# WHAT IS EXPECTED
From the entries below, pull out each line where "Deserialize" appears.
____ ENTRIES PROVIDED
//! Tolerances and usual ranges that no source fixes, as named settings with unit, limits and meaning. Purely numerical
//! tolerances (the last digits of a sum) are no settings.

use crate::core::documents::pointer;
use crate::core::documents::problem::Problems;
use serde::{Deserialize, Serialize};
use std::collections::BTreeMap;
use std::sync::LazyLock;
use utoipa::ToSchema;

/// A usual range, both ends inside.
#[derive(Clone, Copy, Debug, PartialEq, Serialize, Deserialize, ToSchema)]
#[serde(deny_unknown_fields)]
pub struct Range {
    /// Lower end.
    pub low: f64,
    /// Upper end, above the lower one.
    pub high: f64,
}

impl Range {
    /// True if the figure is inside.
    pub fn holds(&self, figure: f64) -> bool {
        (self.low..=self.high).contains(&figure)
    }
}

/// What the checks tolerate. A document may leave any of them out.
#[derive(Clone, Debug, PartialEq, Serialize, Deserialize, ToSchema)]
#[serde(default, deny_unknown_fields)]
pub struct Settings {
    /// C-04: dry matter that may be unaccounted for, % of what enters.
    pub dry_matter_percent: f64,
    /// C-04: least carbon in crop matter that is burnt at the works, mass % of dry.
    pub least_carbon_percent: f64,
    /// C-16: distance of the carbon closure from 100 that warns, points.
    pub closure_warn_points: f64,
    /// C-16: distance of the carbon closure from 100 that blocks, points.
    pub closure_block_points: f64,
    /// A-10: energy by mass and by volume may differ by this, %.
    pub mass_volume_percent: f64,
    /// A-11: a heating value this far above the lower one counts as the higher one, %.
    pub higher_basis_percent: f64,
    /// A-14: an outside recalculation may differ by this, g CO2e/MJ.
    pub recalculation_g_per_mj: f64,
    /// C-08: yield against the median of the last earlier periods, %.
    pub yield_shift_percent: f64,
    /// C-07: output over the capacity of the same days, %.
    pub capacity_percent: f64,
    /// C-10: delivery over area times yield, %.
    pub delivery_percent: f64,
    /// K-01: harvest that soil models count against what the stage gives, %.
    pub harvest_percent: f64,
    /// C-11: net over typical value below which a reason is asked.
    pub typical_low: f64,
    /// C-11: net over typical value above which a reason is asked.
    pub typical_high: f64,
    /// C-17: most nitrogen given, kg N/ha.
    pub nitrogen_kg_per_ha: f64,
    /// C-17: nitrogen that soil and air give without fertiliser, kg N/ha.
    pub nitrogen_of_soil_kg_per_ha: f64,
    /// C-17: most nitrogen in the harvest per nitrogen given, beside what soil and air give.
    pub nitrogen_removed: f64,
    /// E-08: an own factor may pass the edition's rows of its unit by this, times.
    pub own_factor_times: f64,
    /// C-12: useful heat of a whole works, MJ per litre of pure ethanol.
    pub steam_works_mj_per_l: Range,
    /// C-12: the same of a works on straw, wood or another residue.
    pub steam_residue_works_mj_per_l: Range,
    /// C-12: useful heat of a distillation section, MJ per litre.
    pub steam_distillation_mj_per_l: Range,
    /// C-12: useful heat of a dehydration section, MJ per litre.
    pub steam_dehydration_mj_per_l: Range,
    /// C-09: usual harvest by crop as the soil model names it, t/ha wet.
    pub usual_yield_t_per_ha: BTreeMap<String, Range>,
}

/// Usual harvests, t/ha wet: own, from general knowledge of national means and good fields; a region's own statistics
/// belong here in their place.
const YIELDS: [(&str, f64, f64); 19] = [
    ("wheat", 1.0, 12.0),
    ("winter_wheat", 1.5, 12.0),
    ("spring_wheat", 1.0, 9.0),
    ("barley", 1.0, 11.0),
    ("oats", 1.0, 9.0),
    ("rye", 1.0, 9.0),
    ("triticale", 1.5, 10.0),
    ("maize", 1.5, 16.0),
    ("sorghum", 0.7, 10.0),
    ("millet", 0.5, 5.0),
    ("rice", 1.5, 11.0),
    ("rapeseed", 1.0, 5.5),
    ("sunflower", 0.8, 4.5),
    ("soya", 0.8, 5.0),
    ("potato", 12.0, 70.0),
    ("cassava", 5.0, 45.0),
    ("sugar_beet", 30.0, 110.0),
    ("sugar_cane", 35.0, 130.0),
    ("other_grain", 0.7, 12.0),
];

impl Default for Settings {
    fn default() -> Settings {
        Settings {
            dry_matter_percent: 5.0,
            least_carbon_percent: 40.0,
            closure_warn_points: 1.0,
            closure_block_points: 5.0,
            mass_volume_percent: 2.5,
            higher_basis_percent: 5.0,
            recalculation_g_per_mj: 0.005,
            yield_shift_percent: 5.0,
            capacity_percent: 110.0,
            delivery_percent: 105.0,
            harvest_percent: 5.0,
            typical_low: 0.7,
            typical_high: 1.3,
            nitrogen_kg_per_ha: 350.0,
            nitrogen_of_soil_kg_per_ha: 30.0,
            nitrogen_removed: 1.5,
            own_factor_times: 2.0,
            steam_works_mj_per_l: Range { low: 3.0, high: 14.0 },
            steam_residue_works_mj_per_l: Range { low: 6.0, high: 30.0 },
            steam_distillation_mj_per_l: Range { low: 1.0, high: 8.0 },
            steam_dehydration_mj_per_l: Range { low: 0.1, high: 4.0 },
            usual_yield_t_per_ha: YIELDS
                .into_iter()
                .map(|(crop, low, high)| (crop.to_owned(), Range { low, high }))
                .collect(),
        }
    }
}

static STANDARD: LazyLock<Settings> = LazyLock::new(Settings::default);

/// One setting as forms and help show it.
pub struct Setting {
    /// Name in documents; a range is two settings, `name.low` and `name.high`.
    pub name: &'static str,
    /// Id of the check that uses it.
    pub check: &'static str,
    /// Unit; empty for a plain ratio.
    pub unit: &'static str,
    /// Least and greatest figure it may have.
    pub limits: (f64, f64),
    /// What it means.
    pub meaning: &'static str,
    /// Reads it.
    pub value: fn(&Settings) -> f64,
}

macro_rules! settings {
    ($($name:literal $check:literal $unit:literal $low:literal $high:literal $($field:ident).+ : $meaning:literal;)*) => {
        &[$(Setting {
            name: $name,
            check: $check,
            unit: $unit,
            limits: ($low, $high),
            meaning: $meaning,
            value: |settings| settings.$($field).+,
        }),*]
    };
}

/// Every single setting. Defaults are those of [`Settings::default`]; all are ours, no source fixes them.
pub const SETTINGS: &[Setting] = settings! {
    "dry_matter_percent" "C-04" "percent" 0.1 50.0 dry_matter_percent: "dry matter that may be unaccounted for, of what enters the works";
    "least_carbon_percent" "C-04" "percent" 10.0 100.0 least_carbon_percent: "least carbon in crop matter burnt at the works, of dry";
    "closure_warn_points" "C-16" "points" 0.1 50.0 closure_warn_points: "distance of the carbon closure from 100 that warns";
    "closure_block_points" "C-16" "points" 0.1 50.0 closure_block_points: "distance of the carbon closure from 100 that blocks";
    "mass_volume_percent" "A-10" "percent" 0.1 20.0 mass_volume_percent: "energy by mass and by volume may differ by this; 27 MJ/kg and 21 MJ/l are rounded";
    "higher_basis_percent" "A-11" "percent" 1.0 10.0 higher_basis_percent: "a heating value this far above the lower one counts as the higher one; ethanol's differ by 11 %";
    "recalculation_g_per_mj" "A-14" "g CO2e/MJ" 0.0 1.0 recalculation_g_per_mj: "an outside recalculation may differ by this";
    "yield_shift_percent" "C-08" "percent" 0.1 50.0 yield_shift_percent: "how far a yield may move from the median of the last four earlier periods";
    "capacity_percent" "C-07" "percent" 100.0 200.0 capacity_percent: "output over the capacity of the same days";
    "delivery_percent" "C-10" "percent" 100.0 200.0 delivery_percent: "delivery over area times yield";
    "harvest_percent" "K-01" "percent" 0.1 50.0 harvest_percent: "how far the harvest of the soil models may be from what the stage gives";
    "typical_low" "C-11" "" 0.0 1.0 typical_low: "net over typical value below which a reason is asked";
    "typical_high" "C-11" "" 1.0 10.0 typical_high: "net over typical value above which a reason is asked";
    "nitrogen_kg_per_ha" "C-17" "kg N/ha" 50.0 1000.0 nitrogen_kg_per_ha: "most nitrogen given, synthetic and organic together";
    "nitrogen_of_soil_kg_per_ha" "C-17" "kg N/ha" 0.0 200.0 nitrogen_of_soil_kg_per_ha: "nitrogen that soil and air give without fertiliser";
    "nitrogen_removed" "C-17" "" 0.5 10.0 nitrogen_removed: "most nitrogen in the harvest per nitrogen given, beside what soil and air give";
    "own_factor_times" "E-08" "" 1.0 100.0 own_factor_times: "an own factor may pass the edition's rows of its unit by so many times";
    "steam_works_mj_per_l.low" "C-12" "MJ/L" 0.0 100.0 steam_works_mj_per_l.low: "least useful heat of a whole works per litre of pure ethanol";
    "steam_works_mj_per_l.high" "C-12" "MJ/L" 0.0 100.0 steam_works_mj_per_l.high: "most useful heat of a whole works per litre of pure ethanol";
    "steam_residue_works_mj_per_l.low" "C-12" "MJ/L" 0.0 100.0 steam_residue_works_mj_per_l.low: "least useful heat of a works on straw, wood or another residue";
    "steam_residue_works_mj_per_l.high" "C-12" "MJ/L" 0.0 100.0 steam_residue_works_mj_per_l.high: "most useful heat of a works on straw, wood or another residue";
    "steam_distillation_mj_per_l.low" "C-12" "MJ/L" 0.0 100.0 steam_distillation_mj_per_l.low: "least useful heat of a distillation section";
    "steam_distillation_mj_per_l.high" "C-12" "MJ/L" 0.0 100.0 steam_distillation_mj_per_l.high: "most useful heat of a distillation section";
    "steam_dehydration_mj_per_l.low" "C-12" "MJ/L" 0.0 100.0 steam_dehydration_mj_per_l.low: "least useful heat of a dehydration section";
    "steam_dehydration_mj_per_l.high" "C-12" "MJ/L" 0.0 100.0 steam_dehydration_mj_per_l.high: "most useful heat of a dehydration section";
};

/// Least and greatest usual harvest that may be set, t/ha.
const YIELD_LIMITS: (f64, f64) = (0.0, 500.0);

impl Settings {
    /// The settings in force where an organisation has none of its own.
    pub fn standard() -> &'static Settings {
        &STANDARD
    }

    /// Checks every setting against its limits, and that each range has its lower end below its upper one.
    ///
    /// # Errors
    /// Everything that is wrong, each with JSON pointer and remedy.
    pub fn check(&self) -> Result<(), Problems> {
        let mut problems = Problems::default();
        for setting in SETTINGS {
            let pointer = format!("/{}", setting.name.replace('.', "/"));
            within(
                (setting.value)(self),
                setting.limits,
                &pointer,
                setting.unit,
                &mut problems,
            );
        }
        let mut ranges: Vec<(String, Range)> = [
            ("steam_works_mj_per_l", self.steam_works_mj_per_l),
            ("steam_residue_works_mj_per_l", self.steam_residue_works_mj_per_l),
            ("steam_distillation_mj_per_l", self.steam_distillation_mj_per_l),
            ("steam_dehydration_mj_per_l", self.steam_dehydration_mj_per_l),
        ]
        .map(|(name, range)| (format!("/{name}"), range))
        .into();
        for (crop, range) in &self.usual_yield_t_per_ha {
            let pointer = format!("/usual_yield_t_per_ha/{}", pointer::step(crop));
            for (end, figure) in [("low", range.low), ("high", range.high)] {
                within(
                    figure,
                    YIELD_LIMITS,
                    &format!("{pointer}/{end}"),
                    "t/ha",
                    &mut problems,
                );
            }
            ranges.push((pointer, *range));
        }
        ranges.push((
            "/closure_block_points".to_owned(),
            Range {
                low: self.closure_warn_points,
                high: self.closure_block_points,
            },
        ));
        for (pointer, range) in ranges.into_iter().filter(|(_, range)| range.low >= range.high) {
            let detail = format!("{} is not below {}.", range.low, range.high);
            problems.add(pointer, detail, "Give a lower end below the upper one.");
        }
        match problems.is_empty() {
            true => Ok(()),
            false => Err(problems),
        }
    }
}

fn within(figure: f64, (low, high): (f64, f64), pointer: &str, unit: &str, problems: &mut Problems) {
    if !(low..=high).contains(&figure) {
        let unit = if unit.is_empty() {
            String::new()
        } else {
            format!(" {unit}")
        };
        let detail = format!("{figure}{unit} is outside {low} to {high}.");
        problems.add(pointer, detail, format!("Give a figure from {low} to {high}."));
    }
}

#[cfg(test)]
mod tests {
    use super::*;

    #[test]
    fn the_defaults_are_good_and_round_trip() {
        let standard = Settings::standard();
        assert!(standard.check().is_ok());
        let text = serde_json::to_string(standard).unwrap();
        assert_eq!(&serde_json::from_str::<Settings>(&text).unwrap(), standard);
        assert_eq!(&serde_json::from_str::<Settings>("{}").unwrap(), standard);
        assert!(serde_json::from_str::<Settings>(r#"{ "typical_lo": 1 }"#).is_err());
    }

    #[test]
    fn every_setting_has_its_row() {
        let value = serde_json::to_value(Settings::default()).unwrap();
        for (name, part) in value.as_object().unwrap() {
            let names: Vec<String> = match part.as_object() {
                _ if name == "usual_yield_t_per_ha" => continue,
                Some(_) => ["low", "high"].map(|end| format!("{name}.{end}")).into(),
                None => vec![name.clone()],
            };
            for name in names {
                let row = SETTINGS
                    .iter()
                    .find(|row| row.name == name)
                    .unwrap_or_else(|| panic!("{name}"));
                let shown = value.pointer(&format!("/{}", name.replace('.', "/"))).unwrap();
                assert_eq!(Some((row.value)(&Settings::default())), shown.as_f64(), "{name}");
            }
        }
    }

    #[test]
    fn wrong_settings_are_all_named() {
        let mut wrong = Settings {
            typical_low: f64::NAN,
            closure_warn_points: 6.0,
            ..Settings::default()
        };
        wrong.steam_works_mj_per_l = Range { low: 9.0, high: 2.0 };
        wrong
            .usual_yield_t_per_ha
            .insert("a/b".to_owned(), Range { low: -1.0, high: 3.0 });
        let problems = wrong.check().unwrap_err();
        let pointers: Vec<&str> = problems.list().iter().map(|p| p.pointer.as_str()).collect();
        assert_eq!(
            pointers,
            [
                "/typical_low",
                "/usual_yield_t_per_ha/a~1b/low",
                "/steam_works_mj_per_l",
                "/closure_block_points"
            ]
        );
    }
}
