//! Every check the program runs: id, what it asks, how much it matters, where it runs. One table.

use crate::core::documents::assessment::Severity;

/// Where a check runs.
#[derive(Clone, Copy, Debug, PartialEq, Eq)]
pub enum Runs {
    /// On every assessment.
    OnAssessment,
    /// While the figures are read: a finding of a model or of the chain.
    OnFigures,
    /// At entry: the document is refused with a problem.
    AtEntry,
}

/// One check.
#[derive(Clone, Copy, Debug, PartialEq, Eq)]
pub struct Check {
    /// Id of the audit checklist.
    pub id: &'static str,
    /// What it asks.
    pub asks: &'static str,
    /// The most it can matter.
    pub severity: Severity,
    /// Where it runs.
    pub runs: Runs,
    /// Legal or published basis.
    pub source: &'static str,
}

const fn check(
    id: &'static str,
    asks: &'static str,
    severity: Severity,
    runs: Runs,
    source: &'static str,
) -> Check {
    Check {
        id,
        asks,
        severity,
        runs,
        source,
    }
}

use Runs::{AtEntry, OnAssessment, OnFigures};
use Severity::{Block, Info, Warn};

/// The checks, by id.
pub const CHECKS: &[Check] = &[
    check(
        "A-01",
        "Net equals the sum of its terms, and of its stages",
        Block,
        OnAssessment,
        "Dir. (EU) 2018/2001 Annex V C pt 1(a); own tolerance",
    ),
    check(
        "A-02",
        "Saving equals comparator minus net over comparator",
        Block,
        OnAssessment,
        "Dir. (EU) 2018/2001 Annex V C pt 3(a)",
    ),
    check(
        "A-03",
        "Comparator belongs to the rule set",
        Block,
        OnAssessment,
        "Dir. (EU) 2018/2001 Annex V C pt 19",
    ),
    check(
        "A-04",
        "Threshold test uses the unrounded saving",
        Block,
        OnAssessment,
        "own rule; the laws read give no rounding allowance",
    ),
    check(
        "A-05",
        "Shown figure must not flip the verdict",
        Info,
        OnAssessment,
        "own",
    ),
    check(
        "A-06",
        "Rounding rule stated and kept",
        Warn,
        OnAssessment,
        "own; Dir. (EU) 2018/2001 Annex V and IR (EU) 2022/996: no rule found",
    ),
    check(
        "A-07",
        "Shown stages need a note if they do not add up",
        Info,
        OnAssessment,
        "own",
    ),
    check(
        "A-08",
        "Units agree on both sides of every product",
        Block,
        AtEntry,
        "own",
    ),
    check(
        "A-09",
        "Energy of the consignment from the heating value of the rule set",
        Block,
        OnAssessment,
        "IR (EU) 2022/996 Annex I pt 2(f); Dir. (EU) 2018/2001 Annex III",
    ),
    check(
        "A-10",
        "Mass route and volume route are not mixed",
        Warn,
        OnAssessment,
        "Dir. (EU) 2018/2001 Annex III (27 and 21); computed",
    ),
    check(
        "A-11",
        "Heating-value basis does not change: gross is refused or converted",
        Block,
        AtEntry,
        "Dir. (EU) 2018/2001 Annex V C pt 2(a)",
    ),
    check(
        "A-12",
        "Volume carries its temperature",
        Block,
        AtEntry,
        "SOR/2022-140 (CA) s.1 and s.161(3); 40 CFR 80.1426(f)(8)",
    ),
    check(
        "A-13",
        "Gas weights come from one named set",
        Block,
        OnAssessment,
        "Dir. (EU) 2018/2001 Annex V C pt 4",
    ),
    check(
        "B-01",
        "Shares add to one",
        Block,
        OnAssessment,
        "own; ISO 14044:2006 4.3.4 (from memory)",
    ),
    check(
        "B-02",
        "No negative or above-one share",
        Block,
        OnAssessment,
        "own",
    ),
    check(
        "B-03",
        "Allocation allowed by the rule set",
        Block,
        AtEntry,
        "Dir. (EU) 2018/2001 Annex V C pt 16-18",
    ),
    check(
        "B-04",
        "Residue whatever the file says",
        Warn,
        OnFigures,
        "Dir. (EU) 2018/2001 Annex V C pt 18, Annex IX Part A",
    ),
    check(
        "B-05",
        "Stages after the split are not allocated backwards",
        Block,
        OnAssessment,
        "Dir. (EU) 2018/2001 Annex V C pt 18",
    ),
    check(
        "B-06",
        "Wet feed is valued as it leaves",
        Warn,
        OnAssessment,
        "Dir. (EU) 2018/2001 Annex V C pt 18; Real Decreto 1597/2011 (ES) Annex Part C pt 18",
    ),
    check(
        "B-07",
        "Shares recomputed from mass and heating value",
        Block,
        OnAssessment,
        "own",
    ),
    check(
        "C-01",
        "Ethanol yield below the chemical ceiling",
        Block,
        OnFigures,
        "computed from molar masses",
    ),
    check(
        "C-02",
        "Fermentation CO2 fits the ethanol",
        Warn,
        OnFigures,
        "computed from molar masses",
    ),
    check(
        "C-03",
        "Captured CO2 not above CO2 formed",
        Block,
        OnAssessment,
        "computed; IR (EU) 2022/996 Art. 14(3)",
    ),
    check("C-16", "Crop carbon closes", Block, OnAssessment, "own"),
    check("C-18", "Efficiency of heat and power", Warn, OnFigures, "own"),
    check(
        "E-01",
        "Measured and supplied figures have evidence",
        Block,
        OnAssessment,
        "IR (EU) 2022/996 Art. 14(1), Art. 10(5)(b)",
    ),
    check(
        "E-07",
        "Own method in place of the standard one is explained",
        Warn,
        OnAssessment,
        "IR (EU) 2022/996 Art. 20(2)(a)-(b), Annex VII 1.5",
    ),
    check(
        "E-10",
        "No estimate hidden as a reading",
        Info,
        OnAssessment,
        "SOR/2022-140 (CA) Sch. 21 pt 7(a)(iii),(v)",
    ),
    check(
        "F-08",
        "Soil-carbon credit conditions",
        Block,
        OnFigures,
        "Dir. (EU) 2018/2001 Annex V C pt 6; IR (EU) 2022/996 Annex V",
    ),
    check(
        "F-10",
        "Broken commitment is added back",
        Block,
        OnFigures,
        "IR (EU) 2022/996 Annex V",
    ),
    check(
        "G-01",
        "Replacement credit only for biogenic CO2 that displaces fossil CO2",
        Block,
        OnAssessment,
        "IR (EU) 2022/996 Art. 14(3); Dir. (EU) 2018/2001 Annex V C pt 15",
    ),
    check(
        "G-02",
        "Storage credit needs proof of storage",
        Block,
        OnAssessment,
        "IR (EU) 2022/996 Art. 20(4); Dir. (EU) 2018/2001 Annex V C pt 14",
    ),
    check(
        "G-04",
        "Credit shared the same way as the burden",
        Warn,
        OnAssessment,
        "Dir. (EU) 2018/2001 Annex V C pt 18",
    ),
    check(
        "H-01",
        "Threshold chosen by the plant's start",
        Block,
        OnFigures,
        "Dir. (EU) 2018/2001 Art. 29(10)(a)-(c)",
    ),
    check(
        "K-01",
        "Model parameter within its usual range",
        Warn,
        OnFigures,
        "own",
    ),
    check("K-02", "Gas missing in a factor", Warn, OnFigures, "own"),
    check("K-03", "Moisture on one side only", Warn, OnFigures, "own"),
    check("K-04", "Ethanol without strength", Warn, OnFigures, "own"),
    check(
        "K-05",
        "No published figure, counted as zero",
        Info,
        OnFigures,
        "IR (EU) 2022/996 Annex VII 1.4 (nitrate and urea only)",
    ),
    check(
        "K-06",
        "Chain is partial, no saving printed",
        Block,
        OnFigures,
        "own",
    ),
    check("K-07", "Typical carbon content used", Info, OnFigures, "own"),
];

/// The check of an id.
pub fn find(id: &str) -> Option<&'static Check> {
    CHECKS.iter().find(|check| check.id == id)
}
________
# SOLUTION
use serde::{Deserialize, Serialize};
#[derive(Clone, Copy, Debug, PartialEq, Serialize, Deserialize, ToSchema)]
#[derive(Clone, Debug, PartialEq, Serialize, Deserialize, ToSchema)]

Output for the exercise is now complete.